From: Paul E. McKenney
Date: Wed Jun 28 2017 - 13:03:43 EST


On Wed, Jun 28, 2017 at 11:31:55AM -0400, Alan Stern wrote:
> On Tue, 27 Jun 2017, Paul E. McKenney wrote:
>
> > On Tue, Jun 27, 2017 at 02:48:18PM -0700, Linus Torvalds wrote:
> > > On Tue, Jun 27, 2017 at 1:58 PM, Paul E. McKenney
> > > <paulmck@xxxxxxxxxxxxxxxxxx> wrote:
> > > >
> > > > So what next?
> > > >
> > > > One option would be to weaken the definition of spin_unlock_wait() so
> > > > that it had acquire semantics but not release semantics. Alternatively,
> > > > we could keep the full empty-critical-section semantics and add memory
> > > > barriers to spin_unlock_wait() implementations, perhaps as shown in the
> > > > patch below. I could go either way, though I do have some preference
> > > > for the stronger semantics.
> > > >
> > > > Thoughts?
> > >
> > > I would prefer to just say
> > >
> > > - document that spin_unlock_wait() has acquire semantics
> > >
> > > - mindlessly add the smp_mb() to all users
> > >
> > > - let users then decide if they are ok with just acquire
> > >
> > > That's partly because I think we actually have *fewer* users than we
> > > have implementations of spin_unlock_wait(). So adding a few smp_mb()'s
> > > in the users is actually likely the smaller change.
> >
> > You are right about that!
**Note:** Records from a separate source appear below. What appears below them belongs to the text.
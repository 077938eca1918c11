import type { ReactNode } from "react";
import { requireUserFor } from "@/server/page-guard";

// The role check runs here as well as in the page: a layout renders before loading.tsx starts
// streaming, so a role that may not use stock gets a real 403 status, not a 200 with the 403 page.
export default async function StockLayout({ children }: { children: ReactNode }) {
  await requireUserFor("stock", "/stock");
  return children;
}
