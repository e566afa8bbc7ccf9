/** Kernel tables' public shape and the preallocated output of KernelTable.sample (one value per frequency bin). */

/** Preallocated output of KernelTable.sample: one value per frequency bin. */
export type KernelSample = {
  /** Ez power per unit intensity, (V/m)^2/Hz per C^2 km^2/s */
  ez: Float64Array;
  /** horizontal magnetic power per unit intensity before coil projection, T^2/Hz per C^2 km^2/s */
  bh: Float64Array;
  /** d ez / d theta, per radian */
  dEz: Float64Array;
  /** d bh / d theta, per radian */
  dBh: Float64Array;
};

export function createKernelSample(n: number): KernelSample {
  return { ez: new Float64Array(n), bh: new Float64Array(n), dEz: new Float64Array(n), dBh: new Float64Array(n) };
}

export interface KernelTable {
  readonly freqs: Float64Array;
  /** number of frequency bins */
  readonly n: number;
  /** theta grid: first node, step, node count (radians) */
  readonly thetaMin: number;
  readonly step: number;
  readonly nodes: number;
  /** Fills out.ez, out.bh, out.dEz, out.dBh at angular distance theta (radians). No allocation. */
  sample(theta: number, out: KernelSample): void;
  /** Fills only out.ez and out.bh (no derivatives; cheaper, for misfit-only evaluations). */
  samplePower(theta: number, out: Pick<KernelSample, 'ez' | 'bh'>): void;
  /**
   * Adds wEz ez, wNs bh and wEw bh at theta to ez, bns, bew (the same values samplePower gives,
   * without the intermediate arrays; for forward sums over sources). No allocation.
   */
  addPower(theta: number, wEz: number, wNs: number, wEw: number, ez: Float64Array, bns: Float64Array, bew: Float64Array): void;
}
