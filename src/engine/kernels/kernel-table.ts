/**
 * Kernel tables: Ez and horizontal-B power per unit intensity on a theta grid
 * for every frequency of a band, interpolated in theta.
 *
 * Stored per grid node and frequency: g = ln(power) for Ez and g = ln(bh / sin^2 theta)
 * for B (regular at the antipode), each with g' and g'' from the analytic Legendre
 * derivatives (g' = 2 Re(X'/X), g'' = 2 Re(X''/X - (X'/X)^2)). Between nodes a quintic
 * Hermite polynomial in theta reproduces g, g', g'' at both ends (error O(h^6)).
 * Layout: data[((i * n) + j) * 6 + k], k = gE, h gE', h^2 gE'', gB, h gB', h^2 gB''.
 */
import { bandKey } from '../band';
import type { Cavity } from '../cavity/types';
import { LEGENDRE_OUT, legendreInto, prepareDegree } from '../special/legendre';
import { DEG } from '../constants';
import { KERNEL_CACHE_BYTES, KERNEL_CACHE_SIZE, KERNEL_GRID_STEP_DEG, KERNEL_MIN_THETA_DEG } from '../tolerances';
import { fieldFactors } from './field-constants';
import type { KernelTable } from './kernel-sample';
import { createHermiteSampler } from './hermite-sampler';

export { createKernelSample, type KernelSample, type KernelTable } from './kernel-sample';

export type KernelTableOptions = { stepDeg: number; minThetaDeg: number };

export function resolveKernelTableOptions(o: Partial<KernelTableOptions> = {}): KernelTableOptions {
  return { stepDeg: o.stepDeg ?? KERNEL_GRID_STEP_DEG, minThetaDeg: o.minThetaDeg ?? KERNEL_MIN_THETA_DEG };
}

const cache = new Map<string, KernelTable>();

/** The kernel table of a cavity over a frequency grid, cached by cavity key + band + grid. */
export function getKernelTable(cavity: Cavity, freqs: Float64Array, options?: Partial<KernelTableOptions>): KernelTable {
  const o = resolveKernelTableOptions(options);
  const key = `${cavity.key}|${bandKey(freqs)}|${o.stepDeg}|${o.minThetaDeg}`;
  const hit = cache.get(key);
  if (hit) {
    cache.delete(key);
    cache.set(key, hit); // most recently used last
    return hit;
  }
  const table = buildKernelTable(cavity, freqs, o);
  cache.set(key, table);
  // evict least recently used tables beyond the count or memory budget (always keep the newest)
  const bytes = () => [...cache.values()].reduce((a, t) => a + t.nodes * t.n * 48, 0);
  while (cache.size > 1 && (cache.size > KERNEL_CACHE_SIZE || bytes() > KERNEL_CACHE_BYTES))
    cache.delete(cache.keys().next().value as string);
  return table;
}

export function buildKernelTable(cavity: Cavity, freqs: Float64Array, options?: Partial<KernelTableOptions>): KernelTable {
  const o = resolveKernelTableOptions(options);
  const thetaMin = o.minThetaDeg * DEG;
  const nodes = Math.max(2, Math.round((Math.PI - thetaMin) / (o.stepDeg * DEG)) + 1);
  const h = (Math.PI - thetaMin) / (nodes - 1);
  const n = freqs.length;
  const data = new Float64Array(nodes * n * 6);
  const L = new Float64Array(LEGENDRE_OUT);
  for (let j = 0; j < n; j++) {
    const nu = cavity.nu(freqs[j]);
    const { eFactor, bFactor } = fieldFactors(nu, freqs[j], cavity.radiusM, cavity.heightM);
    const lnE = Math.log(eFactor);
    const lnB = Math.log(bFactor);
    if (!Number.isFinite(lnE) || !Number.isFinite(lnB))
      throw new RangeError(
        `the cavity has no loss at ${freqs[j]} Hz (nu = ${nu.re} ${nu.im < 0 ? '-' : '+'} ${Math.abs(nu.im)}i sits on a resonance): fields are unbounded; give the propagation table a positive attenuation`,
      );
    const deg = prepareDegree(nu.re, nu.im);
    for (let i = 0; i < nodes; i++) {
      legendreInto(deg, i === nodes - 1 ? Math.PI : thetaMin + i * h, L);
      const at = (i * n + j) * 6;
      logDerivs(L[0], L[1], L[2], L[3], L[4], L[5], lnE, h, data, at);
      logDerivs(L[6], L[7], L[8], L[9], L[10], L[11], lnB, h, data, at + 3);
    }
  }
  return createHermiteSampler(freqs, data, thetaMin, h, nodes);
}

/** ln|X|^2 + lnK, h * 2 Re(X'/X), h^2 * 2 Re(X''/X - (X'/X)^2) into data[at..at+2]. */
function logDerivs(
  xr: number,
  xi: number,
  dr: number,
  di: number,
  d2r: number,
  d2i: number,
  lnK: number,
  h: number,
  data: Float64Array,
  at: number,
): void {
  const m = xr * xr + xi * xi;
  // r1 = X'/X, r2 = X''/X
  const r1r = (dr * xr + di * xi) / m;
  const r1i = (di * xr - dr * xi) / m;
  const r2r = (d2r * xr + d2i * xi) / m;
  data[at] = lnK + Math.log(m);
  data[at + 1] = h * 2 * r1r;
  data[at + 2] = h * h * 2 * (r2r - (r1r * r1r - r1i * r1i));
}

/** Empties the in-process table cache (tests, memory pressure). */
export function clearKernelTableCache(): void {
  cache.clear();
}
There are only five invocations of
> > spin_unlock_wait() in the kernel, with a sixth that has since been
> > converted to spin_lock() immediately followed by spin_unlock().
> >
> > > But it's also because then that allows people who *can* say that
> > > acquire is sufficient to just use it. People who use
> > > spin_unlock_wait() tend to have some odd performance reason to do so,
> > > so I think allowing them to use the more light-weight memory ordering
> > > if it works for them is a good idea.
> > >
> > > But finally, it's partly because I think "acquire" semantics are
> > > actually the saner ones that we can explain the logic for much more
> > > clearly.
> > >
> > > Basically, acquire semantics means that you are guaranteed to see any
> > > changes that were done inside a previously locked region.
> > >
> > > Doesn't that sound like sensible semantics?
> >
> > It is the semantics that most implementations of spin_unlock_wait()
> > provide. Of the six invocations, two of them very clearly rely
> > only on the acquire semantics and two others already have the needed
> > memory barriers in place. I have queued one patch to add smp_mb()
> > to the remaining spin_unlock_wait() of the surviving five instances,
> > and another patch to convert the spin_lock/unlock pair to smp_mb()
> > followed by spin_unlock_wait().
> >
> > So, yes, it is a sensible set of semantics. At this point, agreeing
> > -any- reasonable semantics would be good, as it would allow us to get
> > locking added to the prototype Linux-kernel memory model. ;-)
> >
> > > Then, the argument for "smp_mb()" (before the spin_unlock_wait()) becomes:
> > >
> > > - I did a write that will affect any future lock takes
> > >
> > > - the smp_mb() now means that that write will be ordered wrt the
> > > acquire that guarantees we've seen all old actions taken by a lock.
> > >
> > > Does those kinds of semantics make sense to people?
>
> The problem is that adding smp_mb() before spin_unlock_wait() does not
> provide release semantics, as Andrea has pointed out. ISTM that when
> people want full release & acquire semantics, they should just use
> "spin_lock(); spin_unlock();".

Well, from what I can see, this thread is certainly demonstrating to my
satisfaction that we really do need a memory model. ;-)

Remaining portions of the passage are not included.